Bush’s farm package included short-term fixes like emergency aid and special tax-free savings accounts, ideas Congress already is considering, and also proposed ways to boost agricultural exports, the key to long-term prosperity, he said Wednesday.

``We owe it to farmers to see them through the transition period,″ said Bush. ``Crises come and go, but commitments don’t.″

Bush said that blocking China’s admission to the World Trade Organization was a costly mistake and that European allies should be pressured to lift restrictions on genetically altered commodities.

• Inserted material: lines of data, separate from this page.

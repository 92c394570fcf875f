"""Speed of every coder as a ratio to the floor (one product ``X @ atoms.T``) and to
scikit-learn's ``sparse_encode`` with the matching algorithm; one worker (BLAS pinned to
one thread, numba kernels are single-threaded).

Run: ``python tests/benchmarks/bench_coding.py [--rows 20000] [--repeats 3]``.
Not part of the test suite (the file name does not match ``test_*.py``).

Each cell is the median over repeats; within a repeat the floor and every coder run
one after the other on the same data (interleaved), so load on the machine hits all
alike. scikit-learn's encoders loop over rows in Python and are timed on a subset of
rows (``--sk-rows``) and scaled linearly to the full row count, which their per-row
loop makes fair. Rows are synthetic: 8 random atoms per row plus Gaussian noise
(invented for timing only).

The floor is BLAS's ``X @ atoms.T`` on one thread; the coders form that product with their
own fixed-order loops (``stages/kernels/coding/_rows.py``, row-invariant on every CPU), whose ratio
to the floor is the ``fixed-order X·Wᵀ`` line: part of every coder's ratio.

Quality column: for lasso coders, the mean relative excess of the objective over the
exact (LARS) solution, measured on the scikit-learn subset (``sk`` after it: the same
for scikit-learn's coder); for ``learned``, the relative code error against converged
FISTA, ``‖Z − Z*‖² / ‖Z*‖²``, next to FISTA's after 3 and 30 steps.
"""

from __future__ import annotations

import argparse
import sys
import time
import warnings

import numpy as np
from sklearn.decomposition import sparse_encode
from threadpoolctl import threadpool_limits

from atomline.stages.kernels.coding import code, fit_learned_encoder, lambda_for_sparsity
from atomline.stages.kernels.coding._rows import product


def _timed(fn):
    start = time.perf_counter()
    out = fn()
    return time.perf_counter() - start, out


def _rows(rng, n, W, noise=0.1):
    k, d = W.shape
    Z = np.zeros((n, k))
    cols = np.argsort(rng.random((n, k)), axis=1)[:, :8]
    np.put_along_axis(Z, cols, rng.standard_normal((n, 8)), axis=1)
    return Z @ W + noise * rng.standard_normal((n, d))


def _objective(X, W, Z, lam):
    return 0.5 * np.sum((X - Z @ W) ** 2, axis=1) + lam * np.abs(Z).sum(axis=1)


def run(rows: int, repeats: int, sk_rows: int, train_steps: int) -> None:
    rng = np.random.default_rng(0)
    lines = []
    for d, k in ((64, 256), (192, 1024)):
        W64 = rng.standard_normal((k, d))
        W64 /= np.linalg.norm(W64, axis=1, keepdims=True)
        X64 = _rows(rng, rows, W64)
        lam = lambda_for_sparsity(X64[:1000], W64, 10.0)
        encoder = fit_learned_encoder(X64[:4000], W64, "fista", 3, lam=lam, gap_tol=1e-8,
                                      max_iter=5000, n_steps=train_steps, seed=0)
        for dtype in (np.float64, np.float32):
            X = X64.astype(dtype)
            W = W64.astype(dtype)
            Xs = X[:sk_rows]
            coders = [
                ("omp s=5", "omp", {"n_nonzero": 5}, ("omp", {"n_nonzero_coefs": 5})),
                ("omp s=10", "omp", {"n_nonzero": 10}, ("omp", {"n_nonzero_coefs": 10})),
                ("ormp s=10", "ormp", {"n_nonzero": 10}, ("omp", {"n_nonzero_coefs": 10})),
                ("mp s=10", "mp", {"n_nonzero": 10}, ("omp", {"n_nonzero_coefs": 10})),
                ("cosamp s=10", "cosamp", {"n_nonzero": 10}, ("omp", {"n_nonzero_coefs": 10})),
                ("block-omp 2x4", "block-omp", {"group_size": 4, "n_groups": 2},
                 ("omp", {"n_nonzero_coefs": 8})),
                ("lars ~10nz", "lars", {"lam": lam}, ("lasso_lars", {"alpha": lam})),
                ("fista gap 1e-4", "fista", {"lam": lam, "gap_tol": 1e-4},
                 ("lasso_cd", {"alpha": lam})),
                ("ista gap 1e-4", "ista", {"lam": lam, "gap_tol": 1e-4},
                 ("lasso_cd", {"alpha": lam})),
                ("fista 3 steps", "fista", {"lam": lam, "gap_tol": 0.0, "max_iter": 3}, None),
                ("fista 30 steps", "fista", {"lam": lam, "gap_tol": 0.0, "max_iter": 30}, None),
                ("learned 3 layers", "learned", {"encoder": encoder}, None),
                ("threshold", "threshold", {"alpha": 0.5}, ("threshold", {"alpha": 0.5})),
                ("threshold split", "threshold", {"alpha": 0.5, "split_sign": True}, None),
                ("triangle", "triangle", {}, None),
                ("hard", "hard", {}, None),
            ]
            times = {name: [] for name, *_ in coders}
            sk_times = {name: [] for name, *_ in coders}
            floor = []
            fixed = []  # the coders' own row-invariant product, against the BLAS floor
            product(X[:4], W.T)  # compile (or load) it outside the timings
            outputs = {}
            for _ in range(repeats):
                fixed.append(_timed(lambda: product(X, W.T))[0])
                for name, method, opts, sk in coders:
                    floor.append(_timed(lambda: X @ W.T)[0])
                    t, out = _timed(lambda: code(X, W, method, **opts))
                    times[name].append(t)
                    outputs[name] = out
                    if sk is not None:
                        with warnings.catch_warnings():
                            warnings.simplefilter("ignore")
                            t, sk_out = _timed(lambda: sparse_encode(
                                Xs, W, algorithm=sk[0], **sk[1]))
                        sk_times[name].append(t * rows / sk_rows)
                        outputs["sk " + name] = sk_out
            f = float(np.median(floor))
            exact = code(Xs, W, "lars", lam=lam).dense().astype(np.float64)
            best = _objective(Xs.astype(np.float64), W64, exact, lam)
            target = code(X, W, "fista", lam=lam, gap_tol=1e-8, max_iter=5000).dense()
            for name, method, opts, sk in coders:
                t = float(np.median(times[name]))
                nnz = float(outputs[name].count.mean())
                vs_sk = f"{np.median(sk_times[name]) / t:9.1f}x" if sk else f"{'-':>10}"
                quality = ""
                if method in ("lars", "fista", "ista") and "steps" not in name:
                    ours = outputs[name].dense()[:sk_rows].astype(np.float64)
                    q = np.mean(_objective(Xs, W64, ours, lam) / best - 1)
                    quality = f"obj +{q:.1e}"
                    if sk:
                        theirs = outputs["sk " + name].astype(np.float64)
                        q = np.mean(_objective(Xs, W64, theirs, lam) / best - 1)
                        quality += f", sk +{q:.1e}"
                if method == "learned" or "steps" in name:
                    Z = outputs[name].dense()
                    quality = f"code err {np.sum((Z - target) ** 2) / np.sum(target ** 2):.3f}"
                lines.append(f"{d:>4} {k:>5} {np.dtype(dtype).name:>8}  {name:<17} "
                             f"{t / f:8.2f}x {vs_sk} {nnz:7.1f}  {quality}")
                print(lines[-1], file=sys.stderr, flush=True)  # progress
            lines.append(f"{d:>4} {k:>5} {np.dtype(dtype).name:>8}  {'fixed-order X·Wᵀ':<17} "
                         f"{np.median(fixed) / f:8.2f}x")
            lines.append(f"{d:>4} {k:>5} {np.dtype(dtype).name:>8}  {'(floor seconds)':<17} "
                         f"{f:9.4f}")
    header = (f"{'d':>4} {'k':>5} {'dtype':>8}  {'coder':<17} {'vs floor':>9} "
              f"{'sk/ours':>10} {'mean nz':>7}  quality")
    print(f"rows={rows}, repeats={repeats} (median), one worker; scikit-learn timed on "
          f"{sk_rows} rows and scaled; lam for ~10 nonzeros by lambda_for_sparsity")
    print(header)
    print("-" * len(header))
    print("\n".join(lines))


def main() -> None:
    parser = argparse.ArgumentParser(description=__doc__.splitlines()[0])
    parser.add_argument("--rows", type=int, default=20000)
    parser.add_argument("--repeats", type=int, default=3)
    parser.add_argument("--sk-rows", type=int, default=300)
    parser.add_argument("--train-steps", type=int, default=400)
    args = parser.parse_args()
    with threadpool_limits(1):
        run(args.rows, args.repeats, args.sk_rows, args.train_steps)


if __name__ == "__main__":
    main()
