TRAIN = dict(n_atoms=16, patch_size=128, stride=128, sample_patches=1000, seed=0,
             coder_options={"n_nonzero": 3})


@pytest.fixture(scope="module")
def finished(tmp_path_factory, demo_small):
    """A local workspace with records, labels, a promoted dictionary, codes, features and
    an evaluation: every kind of output a refused call must leave alone."""
    X, y = demo_small
    url = str(tmp_path_factory.mktemp("refusals") / "ws.zarr")
    ws = Workspace.open(url, create=True)
    ws.add_records("vib", X[:160], chunk_rows=40)
    ws.add_labels("vib", y[:160])
    ws.add_records("other", X[:50, :1024], chunk_rows=25)
    ws.add_labels("other", y[:50])
    ws.add_records("mono", np.ones((160, 8), np.float32))
    ws.add_labels("mono", np.zeros(160, dtype=int))
    dict_id = train.train_dictionary(ws, "vib", TrainOptions(**TRAIN))["dict_id"]
    prepared = encode.prepare_encode(ws, "vib", dict_id)
    encode.encode_chunks(ws, "vib", dict_id, prepared["pending"])
    pooled = pool.prepare_pool(ws, "vib", dict_id, options=PoolOptions(regions=2))
    pool.pool_chunks(ws, "vib", dict_id, pooled["pending"])
    run_id = evaluate.evaluate_features(ws, "vib", dict_id)["run_id"]
    ws.promote(dict_id, evaluation=run_id)
    return url, dict_id, run_id


def _external_float_array(tmp_path) -> str:
    import zarr

    path = str(tmp_path / "theirs.zarr")
    zarr.open_group(path, mode="w").create_array("a", data=np.ones((4, 3), np.float32))
    return path


# Each case: (id, call(ws, dict_id, run_id, tmp_path), error class, words the message must hold)
BAD = [
    ("nan-records", lambda ws, d, r, t: ws.add_records("new", np.array([[1.0, np.nan]], np.float32)),
     InputError, "row 0"),
    ("inf-in-later-chunk", lambda ws, d, r, t: ws.add_records(
        "new", np.vstack([np.ones((3, 2)), [[np.inf, 0]]]).astype(np.float32), chunk_rows=2),
     InputError, "row 3"),
    ("overwrite-with-bad-records", lambda ws, d, r, t: ws.add_records(
        "vib", np.vstack([np.ones((50, 2048)), np.full((1, 2048), np.nan)]).astype(np.float32),
        chunk_rows=10, overwrite=True), InputError, "row 50"),
    ("rank-1-records", lambda ws, d, r, t: ws.add_records("new", np.ones(5, np.float32)),
     InputError, "rank"),
    ("integer-records", lambda ws, d, r, t: ws.add_records("new", np.ones((3, 3), np.int64)),
     InputError, "float32 or float64"),
    ("object-records", lambda ws, d, r, t: ws.add_records("new", np.array([[1.0, None]], dtype=object)),
     InputError, "float32 or float64"),
    ("empty-records", lambda ws, d, r, t: ws.add_records("new", np.zeros((0, 4), np.float32)),
     InputError, "non-empty"),
    ("zero-chunk-rows", lambda ws, d, r, t: ws.add_records("new", np.ones((3, 3), np.float32), chunk_rows=0),
     InputError, "positive"),
    ("name-escapes", lambda ws, d, r, t: ws.add_records("../escape", np.ones((2, 2), np.float32)),
     InputError, "plain name"),
    ("name-with-newline", lambda ws, d, r, t: ws.add_records("vib\nforged line", np.ones((2, 2), np.float32)),
     InputError, "control characters"),
    ("name-with-terminal-escape", lambda ws, d, r, t: ws.add_records("x\x1b[2J", np.ones((2, 2), np.float32)),
     InputError, "control characters"),
    ("ragged-list-records", lambda ws, d, r, t: ws.add_records("new", [[1.0, 2.0], [3.0]]),
     InputError, "rows of equal length"),
    ("encode-chunk-out-of-range", lambda ws, d, r, t: encode.encode_chunks(ws, "vib", d, [0, 99]),
     InputError, "chunk numbers 0..3"),
    ("pool-chunk-out-of-range", lambda ws, d, r, t: pool.pool_chunks(ws, "vib", d, [-1]),
     InputError, "chunk numbers 0..3"),
    ("coder-option-unknown", lambda ws, d, r, t: encode.prepare_encode(ws, "vib", d, options=EncodeOptions(coder_options={"encoder": "mine"})), InputError, "unknown ['encoder']"),
    ("labels-wrong-length", lambda ws, d, r, t: ws.add_labels("vib", np.zeros(159, int), overwrite=True),
     InputError, "160 labels"),
    ("labels-not-integer", lambda ws, d, r, t: ws.add_labels("vib", np.zeros(160), overwrite=True),
     InputError, "integer"),
    ("labels-negative", lambda ws, d, r, t: ws.add_labels("vib", np.r_[np.zeros(159, int), -1], overwrite=True),
     InputError, "row 159"),
    ("labels-beyond-int64", lambda ws, d, r, t: ws.add_labels(
        "vib", np.r_[np.zeros(150, np.uint64), np.full(10, 2**63, np.uint64)], overwrite=True),
     InputError, "label 9223372036854775808"),
    ("appended-labels-negative", lambda ws, d, r, t: ws.append_records(
        "vib", np.ones((2, 2048), np.float32), labels=np.array([0, -3])), InputError, "label -3"),
    ("labels-without-records", lambda ws, d, r, t: ws.add_labels("absent", np.zeros(3, int)),
     NotFound, "data/absent"),
    ("dictionary-of-other-width", lambda ws, d, r, t: encode.prepare_encode(ws, "other", d),
     InputError, "records shaped"),
    ("codes-from-other-parameters", lambda ws, d, r, t: encode.prepare_encode(ws, "vib", d, options=EncodeOptions(coder="omp", coder_options={"n_nonzero": 2})), FingerprintMismatch, "overwrite"),
    ("unknown-dictionary", lambda ws, d, r, t: encode.prepare_encode(ws, "vib", "d-unknown"),
     NotFound, "dictionaries/d-unknown"),
    ("bad-chunk-choice", lambda ws, d, r, t: encode.encode_chunks(ws, "vib", d, [0], options=EncodeOptions(on_bad_chunk="ignore")),
     InputError, "on_bad_chunk"),
    ("pool-bad-chunk-choice", lambda ws, d, r, t: pool.pool_chunks(ws, "vib", d, [0], options=PoolOptions(on_bad_chunk="ignore")),
     InputError, "on_bad_chunk"),
    ("evaluate-bad-chunk-choice", lambda ws, d, r, t: evaluate.evaluate_features(ws, "vib", d, options=EvaluateOptions(on_bad_chunk="ignore")), InputError, "on_bad_chunk"),
    ("too-few-samples", lambda ws, d, r, t: train.train_dictionary(ws, "vib", options=TrainOptions(n_atoms=64, sample_patches=10)),
     InputError, "sample_patches"),
    ("too-many-regions", lambda ws, d, r, t: pool.prepare_pool(ws, "vib", d, options=PoolOptions(regions=99)),
     InputError, "regions"),
    ("labels-of-other-records", lambda ws, d, r, t: evaluate.evaluate_features(ws, "vib", d, labels="other"),
     InputError, "160 labels"),
    ("single-class-labels", lambda ws, d, r, t: evaluate.evaluate_features(ws, "vib", d, labels="mono"),
     InputError, "two classes"),
    ("nan-atoms", lambda ws, d, r, t: ws.save_dictionary("d-nan", np.full((2, 3), np.nan), {}),
     InputError, "finite"),
    ("output-path-escapes", lambda ws, d, r, t: ws.output(f"codes/{d}/../../data"),
     InputError, "output path"),
    ("output-outside-outputs", lambda ws, d, r, t: ws.create_output(
        "data/vib/x", n_rows=1, chunk_rows=1, arrays={}, attrs={"fingerprint": "f"}),
     InputError, "output path"),
    ("link-path-escapes", lambda ws, d, r, t: ws.link_records("new", _external_float_array(t), "../a"),
     InputError, "relative path"),
    ("link-absolute-path", lambda ws, d, r, t: ws.link_records("new", _external_float_array(t), "/etc/a"),
     InputError, "relative path"),
    ("link-url-with-credentials", lambda ws, d, r, t: ws.link_records("new", "s3://key:secret@bucket/x", "a"),
     InputError, "without credentials"),
    ("url-climbs-out", lambda ws, d, r, t: ws.link_records("new", "memory://base/../elsewhere", "a"),
     InputError, "'..'"),
    ("promote-on-other-evaluation", lambda ws, d, r, t: ws.promote("d-absent", evaluation=r),
     NotFound, "dictionaries/d-absent"),
    ("promote-unknown-evaluation", lambda ws, d, r, t: ws.promote(d, evaluation="e-none"),
     NotFound, "evaluations/e-none"),
    ("lease-ttl-not-positive", lambda ws, d, r, t: ws.lease(f"codes/{d}/vib", ttl=0),
     InputError, "ttl"),
]
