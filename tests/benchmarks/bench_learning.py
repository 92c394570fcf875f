"""Benchmark: our online learner against scikit-learn's MiniBatchDictionaryLearning.

Run as ``python tests/benchmarks/bench_learning.py`` (not collected by ``pytest``: the
file name does not match ``test_*.py``). Prints one table.

Planted data: a random 256 × 64 dictionary (Gaussian entries, unit rows), 100 000 rows
each a combination of 5 atoms with N(0, 1) coefficients, plus white noise at 20 dB.
scikit-learn runs two passes (``max_iter=2``, its faster ``fit_algorithm="cd"``,
early stopping off) with the lasso penalty ``λ``; ``λ = 0.15`` gives about 5 nonzeros
per row on the planted dictionary (printed). Ours runs ``online`` with OMP at 5
nonzeros, snapshotting the atoms through the checkpoint callback (the snapshot costs
one copy; evaluation happens after the run, outside the timed section).

Two objectives, each evaluated identically for both dictionaries on the same 4 000
training rows:

* ``lasso``: mean of ``½‖x − Wᵀz‖² + λ‖z‖₁`` with scikit-learn's own lasso coder
  (``sparse_encode(..., "lasso_cd", alpha=λ)``) — the objective scikit-learn minimises;
* ``l0``: mean of ``½‖x − Wᵀz‖²`` with our OMP at 5 nonzeros — the objective we minimise.

"time to reach" is the first snapshot time at which our dictionary's objective is at or
below scikit-learn's final one. Recovery: share of planted atoms with a learned atom at
|cos| > 0.99.

Memory: subprocesses train from Zarr arrays of ``N`` and ``10 N`` rows streamed chunk by
chunk (online learner, one pass; and reservoir sample + in-memory learning) and report
their peak RSS (``resource.getrusage``).
"""

from __future__ import annotations

import argparse
import json
import os
import resource
import shutil
import subprocess
import sys
import tempfile
import time

import numpy as np

K, D, S, LAM, SNR_DB = 256, 64, 5, 0.15, 20.0


def planted(n_rows: int, seed: int = 0, offset: int = 0) -> tuple[np.ndarray, np.ndarray]:
    """Planted dictionary (K, D) and ``n_rows`` signals; rows depend on (seed, offset)."""
    W = np.random.default_rng(seed).standard_normal((K, D))
    W /= np.linalg.norm(W, axis=1, keepdims=True)
    rng = np.random.default_rng([seed, offset])
    Z = np.zeros((n_rows, K))
    support = np.argsort(rng.random((n_rows, K)), axis=1)[:, :S]
    Z[np.arange(n_rows)[:, None], support] = rng.standard_normal((n_rows, S))
    X = Z @ W
    noise_var = S / D / 10 ** (SNR_DB / 10)  # signal variance per entry is S/D
    return W, X + rng.standard_normal(X.shape) * np.sqrt(noise_var)


def recovered(W_true: np.ndarray, W: np.ndarray) -> float:
    return float(np.mean(np.abs(W_true @ W.T).max(axis=1) > 0.99))


def l0_objective(X: np.ndarray, W: np.ndarray) -> float:
    from atomline.stages.coding import code

    Z = code(X, W, "omp", n_nonzero=S).dense()
    R = X - Z @ W
    return float(0.5 * np.einsum("ij,ij->", R, R) / X.shape[0])


def lasso_objective(X: np.ndarray, W: np.ndarray) -> float:
    from sklearn.decomposition import sparse_encode

    Z = sparse_encode(X, W, algorithm="lasso_cd", alpha=LAM)
    R = X - Z @ W
    return float((0.5 * np.einsum("ij,ij->", R, R) + LAM * np.abs(Z).sum()) / X.shape[0])


def first_reaching(snaps: list[tuple[float, np.ndarray]], target: float, objective) -> float:
    """Earliest snapshot time with objective ≤ target (binary search: the trace decreases)."""
    lo, hi = 0, len(snaps) - 1
    if objective(snaps[hi][1]) > target:
        return float("nan")
    while lo < hi:
        mid = (lo + hi) // 2
        if objective(snaps[mid][1]) <= target:
            hi = mid
        else:
            lo = mid + 1
    return snaps[lo][0]


def compare(n_rows: int, sklearn_passes: int) -> list[tuple[str, str, str, str]]:
    from sklearn.decomposition import MiniBatchDictionaryLearning, sparse_encode

    from atomline.stages.learning import learn

    W_true, X = planted(n_rows)
    probe = X[np.random.default_rng(9).choice(n_rows, 4000, replace=False)]
    nnz = (sparse_encode(probe[:1000], W_true, algorithm="lasso_cd", alpha=LAM) != 0).sum(1)
    print(f"λ = {LAM}: {nnz.mean():.2f} nonzeros per row on the planted dictionary")

    t0 = time.perf_counter()
    theirs = MiniBatchDictionaryLearning(
        n_components=K, alpha=LAM, max_iter=sklearn_passes, fit_algorithm="cd",
        batch_size=256, tol=0.0, max_no_improvement=None, random_state=0,
    ).fit(X)
    t_theirs = time.perf_counter() - t0
    W_theirs = theirs.components_ / np.linalg.norm(theirs.components_, axis=1, keepdims=True)

    snaps: list[tuple[float, np.ndarray]] = []
    t0 = time.perf_counter()

    def snapshot(state: dict) -> None:
        snaps.append((time.perf_counter() - t0, state["atoms"]))

    ours = learn(X, K, "online", holdout=0, coder_options={"n_nonzero": S}, batch_size=1024,
                 n_passes=2, seed=0, checkpoint=snapshot, checkpoint_every=4)
    t_ours = time.perf_counter() - t0 - 0.0
    snaps.append((t_ours, ours.atoms))

    rows = []
    for name, objective in (("lasso (theirs)", lambda W: lasso_objective(probe, W)),
                            ("l0 / OMP-5 (ours)", lambda W: l0_objective(probe, W))):
        target = objective(W_theirs)
        reach = first_reaching(snaps, target, objective)
        rows.append((f"objective {name}: sklearn after {sklearn_passes} passes / ours final",
                     f"{target:.4f}", f"{objective(ours.atoms):.4f}",
                     f"ours reaches it at {reach:.1f} s = {reach / t_theirs:.3f} × sklearn time"))
    rows.insert(0, (f"training time, {n_rows} × {D}, k = {K}", f"{t_theirs:.1f} s",
                    f"{t_ours:.1f} s (2 passes)", f"ratio ours/sklearn {t_ours / t_theirs:.3f}"))
    rows.append(("planted atoms recovered |cos| > 0.99", f"{recovered(W_true, W_theirs):.1%}",
                  f"{recovered(W_true, ours.atoms):.1%}", "goal ≥ 90%"))
    return rows


def write_archive(path: str, n_rows: int, chunk: int) -> None:
    import zarr

    arr = zarr.open_array(store=path, mode="w", shape=(n_rows, D), chunks=(chunk, D),
                          dtype="float32")
    for start in range(0, n_rows, chunk):
        stop = min(start + chunk, n_rows)
        arr[start:stop] = planted(stop - start, offset=start)[1].astype(np.float32)


def rss_worker(path: str, mode: str) -> None:
    """Train from a Zarr array streamed chunk by chunk; print peak RSS in MiB and rows."""
    import zarr

    from atomline.stages.learning import learn, reservoir_sample

    arr = zarr.open_array(store=path, mode="r")
    chunk = arr.chunks[0]

    def stream():
        for start in range(0, arr.shape[0], chunk):
            yield arr[start : start + chunk]

    if mode == "online":
        learn(stream(), K, "online", coder_options={"n_nonzero": S}, seed=0)
    else:
        sample = reservoir_sample(stream(), 20_000, seed=0)
        learn(sample, K, "online", coder_options={"n_nonzero": S}, batch_size=1024, seed=0)
    peak = resource.getrusage(resource.RUSAGE_SELF).ru_maxrss / 1024  # Linux: KiB
    print(json.dumps({"peak_mib": peak, "rows": int(arr.shape[0])}))


def memory(n_small: int) -> list[tuple[str, str, str, str]]:
    tmp = tempfile.mkdtemp(prefix="atomline-bench-learning-")
    try:
        paths = {}
        for n in (n_small, 10 * n_small):
            paths[n] = os.path.join(tmp, f"archive-{n}.zarr")
            write_archive(paths[n], n, chunk=10_000)
        rows = []
        for mode in ("online", "reservoir"):
            peaks = {}
            for n, path in paths.items():
                out = subprocess.run([sys.executable, __file__, "--rss-worker", path, mode],
                                     check=True, capture_output=True, text=True).stdout
                peaks[n] = json.loads(out.strip().splitlines()[-1])["peak_mib"]
            small, big = peaks[n_small], peaks[10 * n_small]
            what = ("streamed online, one pass" if mode == "online"
                    else "reservoir 20 000 rows, then online")
            rows.append((f"peak RSS, {what}: {n_small} rows / {10 * n_small} rows",
                         f"{small:.0f} MiB", f"{big:.0f} MiB",
                         f"+{big / small - 1:.1%} (goal ≤ +10%)"))
        return rows
    finally:
        shutil.rmtree(tmp, ignore_errors=True)


def main() -> None:
    parser = argparse.ArgumentParser(description=__doc__.splitlines()[0])
    parser.add_argument("--rows", type=int, default=100_000)
    parser.add_argument("--sklearn-passes", type=int, default=2)
    parser.add_argument("--memory-rows", type=int, default=50_000)
    parser.add_argument("--rss-worker", nargs=2, metavar=("PATH", "MODE"))
    args = parser.parse_args()
    if args.rss_worker:
        rss_worker(*args.rss_worker)
        return
    rows = compare(args.rows, args.sklearn_passes) + memory(args.memory_rows)
    widths = [max(len(r[i]) for r in rows + [HEADER]) for i in range(4)]
    for r in [HEADER] + rows:
        print(" | ".join(c.ljust(w) for c, w in zip(r, widths)))


HEADER = ("measure", "scikit-learn | N rows", "atomline | 10 N rows", "ratio / goal")

if __name__ == "__main__":
    main()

``We don’t appreciate unfair trade barriers,″ said Bush. ``We want to compete and we want to compete on level ground.″

Returning to the state for the first time since winning a high-profile straw poll last month, Bush not only collected the formal endorsements of more than 100 farm activists and leaders, but more than half the Republicans in the Iowa Legislature as well

Though the endorsements reinforce Bush’s front-runner status in the Republican presidential race leading up to Iowa’s precinct caucuses, he said, ``I’ve got a lot to do.″

Bush donned a green cap, and stood amid hay bales on a farm just outside Des Moines to spell out his trade proposals, an important issue in a state where the farm economy is sour.

U.S. farmers are expected to export $49 billion worth of commodities this year, down from the peak of $59.8 billion three years ago. The Agriculture Department is expecting only slight improvement in 2000. Economists blame the decline on the Asian economic crisis and a worldwide glut of grain.